_Work task:_
Scan the listing below and copy every line holding "title".

Records below:

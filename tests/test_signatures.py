"""What a signature covers: nothing that prose or layout touch, everything else, and it says which part has changed."""

from __future__ import annotations

import subprocess
import sys
from dataclasses import replace
from datetime import date

import pytest
import yaml
from hypothesis import assume, given, settings
from hypothesis import strategies as st
from signed_sheets import SHEET, SIGNED_ON, read, sign_text

from calccheck import check_text
from calccheck.model import Finding
from calccheck.signatures import FORM, PARTS, digest_of, signature_findings

SIGNED = sign_text(sign_text(SHEET), "checker", "AB")


def void(text: str) -> list[str]:
    """What the findings say of void signatures: the parts, in one string a signature."""
    return [f.message.partition("changed since: ")[2].partition(";")[0] for f in findings(text)]


def findings(text: str) -> list[Finding]:
    return [f for f in check_text("sheet.md", text).findings if f.kind == "signature"]


# --- what is read ---------------------------------------------------------------------------------------------------


def test_a_signature_says_who_when_in_which_role_and_for_what():
    originator, checker = read(SIGNED).signatures
    assert (originator.role, originator.name, originator.on) == ("originator", "QD", SIGNED_ON)
    assert (checker.role, checker.name, checker.form) == ("checker", "AB", FORM)
    assert originator.digest == checker.digest and tuple(checker.parts) == PARTS
    assert SIGNED[checker.span.start : checker.span.end].startswith("AB 2026-11-20 form:1 sha256:")
    assert "signatures" not in read(SIGNED).title


def test_signatures_are_yaml_that_others_can_read():
    front = yaml.load(SIGNED.split("---")[1], Loader=yaml.BaseLoader)["signatures"]
    assert list(front) == ["originator", "checker", "approver"] and front["approver"] == ""
    assert front["checker"].split()[:2] == ["AB", "2026-11-20"]


@pytest.mark.parametrize(
    ("block", "line", "says"),
    [
        ("signatures: [QD, AB]", 1, "one a line"),
        ("signatures:\n- QD 2026-11-20", 9, "no signature"),
        ("signatures:\n  originator: QD 2026-11-20", 9, "no signature"),
        ("signatures:\n  drawn:\n    QD 2026-11-20", 9, "originator, checker, approver"),
        ("signatures:\n  checker:\n    QD 2026-11-20 form:1 sha256:12", 10, "no signature"),
        ("signatures:\n  checker:\n    QD 2026-02-30 form:1 sha256:" + "0" * 64, 10, "no signature"),
        (
            "signatures:\n  checker:\n    AB 2026-11-20 form:1 sha256:" + "0" * 64 + "\n    more words",
            11,
            "no signature",
        ),
    ],
)
def test_what_is_no_signature_is_told_with_its_line(block, line, says):
    text = SHEET.replace("date: 2026-11-18\n", f"date: 2026-11-18\n{block}\n")
    report = check_text("sheet.md", text)
    told = [f for f in report.findings if f.kind == "signature" and says in f.message]
    assert [report.reading.sheet.line_column(f.span.start)[0] for f in told][:1] == [line]
    assert not report.clean


def test_a_merge_left_open_is_called_one():
    text = SHEET.replace("date: 2026-11-18\n", "date: 2026-11-18\n<<<<<<< HEAD\nsignatures:\n=======\n>>>>>>> other\n")
    found = next(f for f in check_text("sheet.md", text).findings if f.kind == "front-matter")
    assert "merge of two branches was left open" in found.message
    assert text[found.span.start : found.span.end] == "<<<<<<< HEAD"


def test_a_signed_sheet_of_plain_fields_is_read_without_yaml():
    plain = SIGNED.replace("check:\n  carry: 0.4 %\n", "")
    program = (
        "import sys; from calccheck.read.sheet import read_sheet; from calccheck.source import Sheet;"
        "from calccheck.model import Settings; r = read_sheet(Sheet('s', sys.stdin.read()), Settings());"
        "print(len(r.signatures), r.title['by'], 'yaml' in sys.modules)"
    )
    said = subprocess.run([sys.executable, "-c", program], input=plain, capture_output=True, text=True, check=True)
    assert said.stdout.split() == ["2", "QD", "False"]


# --- whether it holds -----------------------------------------------------------------------------------------------


def test_signatures_hold_for_what_was_signed():
    report = check_text("sheet.md", SIGNED, None)
    assert findings(SIGNED) == [] and report.clean and report.counts["accepted"] == 1


CHANGES = [
    ("V1: 10 V", "V1: 11 V", "circuit"),
    ("R2: 3 kΩ", "R2: 3.3 kΩ", "circuit"),
    ("R1: 1 kΩ ±5 %", "R1: 1 kΩ ±1 %", "circuit"),
    ("max 0.5 W", "max 0.25 W", "circuit"),
    ("b to g, max", "g to b, max", "circuit"),
    ("reference g", "reference a", "circuit"),
    ("V1: 10 V, a to g ", "V1: 10 V, a to g, max 50 mA ", "circuit"),
    ("R1: 1 kΩ", "R9: 1 kΩ", "circuit"),
    ("V_b = 7.5 V`", "V_b = 7.50 V`", "claims"),
    ("I_R2 = 2.50 mA", "I_R2 = 2.51 mA", "claims"),
    ("I_R2 = 2.50 mA", "I_R1 = 2.50 mA", "claims"),
    ("I_R2 = 2.50 mA", "I_R2 ≈ 2.50 mA", "claims"),
    ("I_R2 = 2.50 mA", "I_R2 = 2.50 A", "claims"),
    ("P_R2 = 19 mW", "P_R2 = 19 mVA", "claims"),
    ("| 10.0 V  ", "| 10.1 V  ", "claims"),
    ("with R2 open", "with R1 open", "claims"),
    ("V_a due to V1 = 10.0 V\n", "", "claims"),
    ("given k = 2 ", "given k = 3 ", "givens"),
    ("given k = 2 ", "given k = 2 ±1 % ", "givens"),
    ("given k = 2 ", "given k = 2 from EX-2 ", "givens"),
    ("given k = 2 ", "given k = 2\ngiven z = 1 V", "givens"),
    ('"measured, log 4"', '"measured, log 5"', "waivers"),
    ("until 2027-03-01", "until 2027-04-01", "waivers"),
    ("by QD until", "by AB until", "waivers"),
    ("accept 7.9 V for 7.5 V", "accept 7.9 V for 7.50 V", "waivers"),
    ("carry: 0.4 %", "carry: 0.5 %", "settings"),
    ("carry: 0.4 %", "carry: 0.4 %\n  derate: 0.5", "settings"),
    ("carry: 0.4 %", "carry: 0.4 %\n  phasors: peak", "settings"),
    ("V_b = 7.9 V` <!-- calccheck: accept 7.9", "V_b = 7.8 V` <!-- calccheck: accept 7.8", "claims, waivers"),
]


@pytest.mark.parametrize(("old", "new", "parts"), CHANGES)
def test_a_change_that_matters_voids_and_names_its_part(old, new, parts):
    changed = SIGNED.replace(old, new)
    assert changed != SIGNED
    assert void(changed) == [parts, parts]
    assert not check_text("sheet.md", changed).clean


LAYOUT = [
    ("Some words before", "Other words, reworded, before"),
    ("# Divider", "# The divider, renamed"),
    ("revision: A", "revision: B"),
    ("# supply", "# the 10 V supply of the bench"),
    ("V1: 10 V, a to g          # supply\nR1: 1 kΩ ±5 %, a to b\n", "R1: 1kΩ ±5 %,   a to b\nV1: 10.0 V, a to g\n"),
    ("R2: 3 kΩ, b to g", "R2: 3000 Ω, b to g"),
    ("R2: 3 kΩ, b to g", "R2: 3k0, b to g"),
    ("R2: 3 kΩ, b to g", "R2: 3 kohm, b to g"),
    ("R2: 3 kΩ, b to g", "R2: 3 k\u2126, b to g"),
    ("`I_R2 = 2.50 mA`", "`I_R2=2.50 mA`"),
    ("`I_R2 = 2.50 mA`", "**`I_R2 = 2.50 mA`**"),
    ("19 mW", "19mW"),
    ("P_R2 = 19 mW = 18750 µW", "P_R2 = 19 mW = 18750 uW"),
    ("given k = 2               # gain\n", "given k = 2\n\n"),
    ("given k = 2               # gain\nVout = k × V_b = 15.0 V", "given k = 2\nVout = k·V_b\n     = 15.0 V"),
    ("Vout = k × V_b", "Vout = (k × V_b)"),
    ("|        | total  | with R2 open |\n|--------|--------|", "| | total | with R2 open |\n|:--|--:|"),
    ("Measured:", "- Measured, in a list:"),
    ('"measured, log 4" by QD', '"measured, log 4"  by  QD'),
    ("carry: 0.4 %", "carry: 0.004"),
    ("carry: 0.4 %", "carry: 0.4 %\n  approx: 5 %"),
]


@pytest.mark.parametrize(("old", "new"), LAYOUT)
def test_prose_and_layout_do_not_void(old, new):
    changed = SIGNED.replace(old, new)
    assert changed != SIGNED
    assert findings(changed) == []


def test_a_given_that_a_part_is_worked_from_voids_both_parts():
    text = sign_text(SHEET.replace("R2: 3 kΩ", "R2: 1.5 kΩ * k"))
    assert check_text("sheet.md", text).clean
    assert void(text.replace("given k = 2 ", "given k = 4 ")) == ["circuit, givens"]


def test_the_repositorys_settings_are_covered_too():
    plain = sign_text(SHEET.replace("check:\n  carry: 0.4 %\n", ""))
    reading = read(plain)
    assert signature_findings(reading) == []
    loose = replace(reading, settings=replace(reading.settings, approx=reading.settings.approx * 2))
    assert "changed since: settings;" in signature_findings(loose)[0].message
    other_day = replace(reading, settings=replace(reading.settings, on=date(2030, 1, 1)))
    assert signature_findings(other_day) == []


def test_an_altered_line_and_another_form_are_called_so():
    digest = read(SIGNED).signatures[0].digest
    assert "its own line was altered" in findings(SIGNED.replace(digest, "0" * 64))[0].message
    assert "form 2" in findings(SIGNED.replace("form:1", "form:2"))[0].message


def test_originator_and_checker_are_two_people():
    assert "originator and checker" in findings(sign_text(sign_text(SHEET), "checker", "qd"))[0].message
    assert "originator and checker" in findings(sign_text(SHEET, "checker", "QD"))[0].message  # by: QD, not yet signed
    assert findings(sign_text(sign_text(SHEET, "originator", "Q. Dahl"), "checker", "QD")) == []


def test_a_void_signature_stands_at_its_own_line():
    changed = SIGNED.replace("R2: 3 kΩ", "R2: 3.3 kΩ")
    report = check_text("sheet.md", changed)
    lines = [report.reading.sheet.line_column(f.span.start)[0] for f in report.findings if f.kind == "signature"]
    assert [changed.split("\n")[k - 1].split()[0] for k in lines] == ["QD", "AB"]


# --- laws -----------------------------------------------------------------------------------------------------------

DIGITS = {
    "circuit": ["V1: 10 V", "R1: 1 kΩ", "R2: 3 kΩ", "±5 %", "max 0.5 W"],
    "claims": ["7.5 V", "2.50 mA", "15.0 V", "10.0 V"],
    "givens": ["given k = 2"],
    "waivers": ["log 4", "2027-03-01", "for 7.5 V"],
    "settings": ["carry: 0.4"],
}
CASES = [(part, words) for part, every in DIGITS.items() for words in every]


@given(st.sampled_from(CASES), st.data())
@settings(max_examples=120, deadline=None)
def test_any_digit_that_changes_voids_and_names_its_part(case, data):
    part, words = case
    start = SIGNED.index(words, SIGNED.index("check:"))
    tail = words.split(":")[-1] if ":" in words else words.split("=")[-1]
    first = start + len(words) - len(tail)
    at = data.draw(st.sampled_from([k for k in range(first, start + len(words)) if SIGNED[k].isdigit()]))
    new = data.draw(st.sampled_from("0123456789"))
    changed = SIGNED[:at] + new + SIGNED[at + 1 :]
    assume(changed != SIGNED)
    reading = read(changed)
    assume(len(reading.signatures) == 2)
    messages = [f.message for f in signature_findings(reading)]
    assert len(messages) == 2 and all(f"changed since: {part};" in m for m in messages), messages


WORDS = st.lists(st.text("abcdefghijklmnopqrstuvwxyzäöü", min_size=1, max_size=9), min_size=1, max_size=12).map(
    " ".join
)
SEAMS = ["# Divider", "```circuit", "The node", "```working", "|        |", "Measured"]


@given(st.lists(st.tuples(st.sampled_from(SEAMS), WORDS), min_size=1, max_size=4))
@settings(max_examples=60, deadline=None)
def test_prose_put_anywhere_between_blocks_voids_nothing(added):
    text = SIGNED
    for seam, words in added:
        text = text.replace(seam, f"Prose {words} here.\n\n{seam}", 1)
    assert signature_findings(read(text)) == [] and len(read(text).signatures) == 2


@given(st.permutations(range(3)), st.sampled_from(["\n", "\r\n", "\r"]))
@settings(max_examples=20, deadline=None)
def test_the_order_of_parts_and_the_line_ends_do_not_matter(order, end):
    lines = SIGNED.split("\n")
    first = lines.index("reference g") + 1
    lines[first : first + 3] = [lines[first + k] for k in order]
    text = end.join(lines)
    assert signature_findings(read(text)) == [] and len(read(text).signatures) == 2


def test_signatures_of_earlier_versions_hold():
    """The digest of form 1 as first made, kept because signed sheets carry it. A change that breaks this raises ``FORM``."""
    kept = {
        "circuit": "8826597a",
        "claims": "3ede7514",
        "givens": "7b9c42b3",
        "waivers": "28769888",
        "settings": "a96c77e6",
    }
    assert (FORM, digest_of(read(SHEET)).parts) == (1, kept)


def test_the_digest_is_the_same_in_every_process():
    program = (
        "import sys; sys.path.insert(0, 'tests'); from signed_sheets import SHEET, read;"
        "from calccheck.signatures import digest_of; print(digest_of(read(SHEET)).whole)"
    )
    found = {
        subprocess.run(
            [sys.executable, "-c", program], capture_output=True, text=True, check=True, env={"PYTHONHASHSEED": seed, "PYTHONPATH": ":".join(sys.path)}
        ).stdout.strip()
        for seed in ("1", "2")
    }  # fmt: skip
    assert found == {digest_of(read(SHEET)).whole}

End of Records.

_Exercise answer:_
    assert "signatures" not in read(SIGNED).title
        "print(len(r.signatures), r.title['by'], 'yaml' in sys.modules)"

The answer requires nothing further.